Rien de tout cela n’est grave à l’échelle géologique. Si le film est mauvais, la terre continuera à tourner. Et s’il est bon, on se contentera de soupirer aux limites de l’audiovisuel : la musique non plausible est un peu l’équivalent des éclairages d’antan, avec leurs intérieurs dix fois trop clairs et leurs nuits américaines improbables ; on ne sait pas faire autrement, c’est tout. Ce n’est pas grave, mais Seigneur, que c’est agaçant – et un peu attristant aussi. D’une part parce que cela perpétue le formatage des oreilles dont cela procède ; d’autre part en raison du contraste entre le degré d’exigence sur tant d’autres aspects et celui que l’on accorde à la musique. Combien de films historiques semblent le fruit d’années de recherche sur les costumes, les objets, l’architecture, les relations sociales… et d’une demi-heure de Google sur la musique ? Combien de fois ai-je eu l’impression, soit que l’on s’était dit « oh, pas grave, personne n’y entendra que du feu », soit – pire – que l’on ne s’était rien dit du tout, parce que l’on ne s’imaginait pas qu’il y ait autre chose à savoir que ce que l’on croit connaître, ou parce qu’on voit la musique comme un matériau débitable à la tranche, qui n’a pas besoin de soin ni de réflexion pour faire effet ? 

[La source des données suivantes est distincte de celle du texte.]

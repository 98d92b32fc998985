//! The exponential-family structure, checked once for every family.

use priorwright::family::*;

fn close(a: f64, b: f64, tol: f64) -> bool {
    (a - b).abs() <= tol * b.abs().max(1.0)
}

#[test]
fn update_adds_sufficient_statistics() {
    // Beta(2, 8) and 3 successes in 20 trials → Beta(5, 25) (common practice).
    let post = BetaBinomial::new(2.0, 8.0)
        .unwrap()
        .update(&Trials::observed(3.0, 20.0).unwrap())
        .unwrap();
    assert_eq!(post, BetaBinomial::new(5.0, 25.0).unwrap());
    // Gamma(3, 5) and 3 events in exposure 2 → Gamma(6, 7).
    let post = GammaPoisson::new(3.0, 5.0)
        .unwrap()
        .update(&EventCounts::observed(3.0, 2.0).unwrap())
        .unwrap();
    assert_eq!(post, GammaPoisson::new(6.0, 7.0).unwrap());
    // Dirichlet(1,1,1) + (727, 583, 137) → Dirichlet(728, 584, 138).
    let post = DirichletMultinomial::new(vec![1.0; 3], None)
        .unwrap()
        .update(&Counts::observed(vec![727.0, 583.0, 137.0]).unwrap())
        .unwrap();
    assert_eq!(post.alpha, vec![728.0, 584.0, 138.0]);
}

#[test]
fn normal_inverse_gamma_update_matches_the_textbook_formulas() {
    // κn = κ0+n, μn = (κ0μ0+nȳ)/κn, αn = α0+n/2,
    // βn = β0 + ½(n−1)s² + κ0 n (ȳ−μ0)² / (2κn)  (DESIGN §3).
    let p = NormalInverseGamma::new(1.0, 2.0, 3.0, 4.0).unwrap();
    let d = NormalSample::observed(10.0, 1.5, Some(0.8)).unwrap();
    let q = p.update(&d).unwrap();
    assert!(close(q.kappa0, 12.0, 1e-15));
    assert!(close(q.mu0, (2.0 + 15.0) / 12.0, 1e-15));
    assert!(close(q.alpha0, 8.0, 1e-15));
    let beta = 4.0 + 0.5 * 9.0 * 0.8 + 2.0 * 10.0 * 0.25 / 24.0;
    assert!(close(q.beta0, beta, 1e-14));
}

#[test]
fn discount_scales_the_history_and_full_weight_equals_update() {
    let p = GammaExponential::new(2.0, 1000.0).unwrap();
    let h = LifeTest::observed(4.0, 3000.0).unwrap();
    assert_eq!(p.with_history(&h, 1.0).unwrap(), p.update(&h).unwrap());
    assert_eq!(
        p.with_history(&h, 0.5).unwrap(),
        GammaExponential::new(4.0, 2500.0).unwrap()
    );
    assert!(p.with_history(&h, 0.0).is_err());
    assert!(p.with_history(&h, 1.5).is_err());
}

#[test]
fn log_pool_is_the_weighted_natural_sum() {
    // Product of normal densities to powers w: precision-weighted (common practice).
    let a = NormalKnownVariance::new(0.0, 1.0, 2.0).unwrap();
    let b = NormalKnownVariance::new(10.0, 3.0, 2.0).unwrap();
    let pool = NormalKnownVariance::log_pool(&[(0.5, a), (0.5, b)]).unwrap();
    assert!(close(pool.kappa0, 2.0, 1e-15));
    assert!(close(pool.mu0, 7.5, 1e-15));
    // Beta^w1 · Beta^w2 ∝ θ^{Σw(α−1)} (1−θ)^{Σw(β−1)}.
    let pool = BetaBinomial::log_pool(&[
        (0.25, BetaBinomial::new(2.0, 8.0).unwrap()),
        (0.75, BetaBinomial::new(6.0, 4.0).unwrap()),
    ])
    .unwrap();
    assert!(close(pool.alpha, 5.0, 1e-15) && close(pool.beta, 5.0, 1e-15));
    let bad = BetaBinomial::log_pool(&[(0.3, BetaBinomial::new(1.0, 1.0).unwrap())]).unwrap_err();
    assert_eq!(
        bad.to_string(),
        "pool weights must be 0 or more and sum to 1; they sum to 0.3"
    );
}

#[test]
fn nig_log_pool_matches_the_density_product() {
    // ln of Π p_i^{w_i} minus ln of the pooled density must be constant in (μ, σ²).
    let a = NormalInverseGamma::new(0.0, 1.0, 2.0, 1.0).unwrap();
    let b = NormalInverseGamma::new(3.0, 4.0, 5.0, 6.0).unwrap();
    let w = 0.3;
    let pool = NormalInverseGamma::log_pool(&[(w, a.clone()), (1.0 - w, b.clone())]).unwrap();
    let ln_kernel = |p: &NormalInverseGamma, mu: f64, s2: f64| {
        -(p.alpha0 + 1.5) * s2.ln() - (p.beta0 + 0.5 * p.kappa0 * (mu - p.mu0).powi(2)) / s2
    };
    let diff = |mu: f64, s2: f64| {
        w * ln_kernel(&a, mu, s2) + (1.0 - w) * ln_kernel(&b, mu, s2) - ln_kernel(&pool, mu, s2)
    };
    let d0 = diff(0.0, 1.0);
    for &(mu, s2) in &[(1.0, 0.5), (-2.0, 3.0), (5.0, 0.1)] {
        assert!((diff(mu, s2) - d0).abs() < 1e-12);
    }
}

#[test]
fn pseudo_observations_round_trip() {
    let p = BetaBinomial::from_mean_ess(0.25, 12.0).unwrap();
    assert!(close(p.alpha, 3.0, 1e-15) && close(p.beta, 9.0, 1e-15));
    let g = GammaExponential::from_mean_ess(500.0, 3.0).unwrap();
    assert_eq!(g, GammaExponential::new(3.0, 1500.0).unwrap());
    let n = NormalInverseGamma::from_pseudo(1.0, 2.0, 0.5, 6.0).unwrap();
    assert_eq!(n, NormalInverseGamma::new(1.0, 2.0, 3.0, 1.5).unwrap());
    let v = InverseGammaVariance::from_mean_ess(2.0, 10.0, None).unwrap();
    assert_eq!(v, InverseGammaVariance::new(5.0, 10.0, None).unwrap());
    let d = DirichletMultinomial::from_mean_ess(&[0.5, 0.25, 0.25], 8.0, None).unwrap();
    assert_eq!(d.alpha, vec![4.0, 2.0, 2.0]);
    assert!(BetaBinomial::from_mean_ess(1.2, 3.0).is_err());
}

#[test]
fn invalid_values_name_the_value_and_rule() {
    assert_eq!(
        BetaBinomial::new(-1.0, 2.0).unwrap_err().to_string(),
        "alpha = -1 is not allowed: it must be a positive finite number"
    );
    assert_eq!(
        Trials::observed(4.0, 3.0).unwrap_err().to_string(),
        "successes = 4 is more than trials = 3"
    );
    assert_eq!(
        DirichletMultinomial::new(vec![1.0], None)
            .unwrap_err()
            .to_string(),
        "a dirichlet-multinomial prior needs at least 2 categories; alpha has 1"
    );
}

#[test]
fn marginal_likelihood_sums_to_one_over_counts() {
    // Σ_k p(k successes | prior) over k = 0..n is 1: the beta-binomial pmf.
    let p = BetaBinomial::new(1.5, 3.5).unwrap();
    let total: f64 = (0..=12)
        .map(|k| {
            p.ln_marginal_likelihood(&Trials::observed(f64::from(k), 12.0).unwrap())
                .exp()
        })
        .sum();
    assert!(close(total, 1.0, 1e-13));
    let g = GammaPoisson::new(2.0, 3.0).unwrap();
    let total: f64 = (0..400)
        .map(|k| {
            g.ln_marginal_likelihood(&EventCounts::observed(f64::from(k), 5.0).unwrap())
                .exp()
        })
        .sum();
    assert!(close(total, 1.0, 1e-13));
}

#[test]
fn a_prior_written_as_keys_reads_back_as_the_same_prior() {
    for (fam, text) in [
        ("beta-binomial", "alpha=3.26,beta=7.19"),
        ("gamma-poisson", "alpha=4,beta=2.5"),
        ("gamma-exponential", "alpha=3,beta=600"),
        ("normal-known-variance", "mu0=5,kappa0=4,sigma=2"),
        ("normal-inverse-gamma", "mu0=1,kappa0=2,alpha0=3,beta0=0.5"),
        ("dirichlet-multinomial", "alpha=2;3;5.5"),
        ("inverse-gamma-variance", "alpha=4,beta=2,mu=0.1"),
    ] {
        let p = priorwright::family::Prior::parse(fam, text).unwrap();
        let back = priorwright::family::Prior::parse(fam, &p.to_keys()).unwrap();
        assert_eq!(back, p, "{fam}: {}", p.to_keys());
    }
}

Si l’on n’a de la musique qu’une vision, pour ainsi dire, en-dessous de la ceinture, « ils jouent et ça marche », alors, non, on n’a que faire des questions d’espace sonore, d'homogénéité historique ou d’apport du geste musical à l’énergie du jeu. Alors, hélas, on n’a cure de ce que, mal traitée, elle va apporter d'effets parasites, se changeant en poids mort dans la scène dont elle pourrait être l'âme. Là où elle devrait modeler et remplir l’espace entre les personnages, elle laisse seulement une zone d’inconfort, un trop-creux ou un trop-plein, une soudaine rupture dans la nature du matériau. Nous ne sommes peut-être pas très nombreux à identifier ces incohérences qui balafrent même nos films préférés ; il ne s’ensuit pas que nous soyons seuls à les ressentir.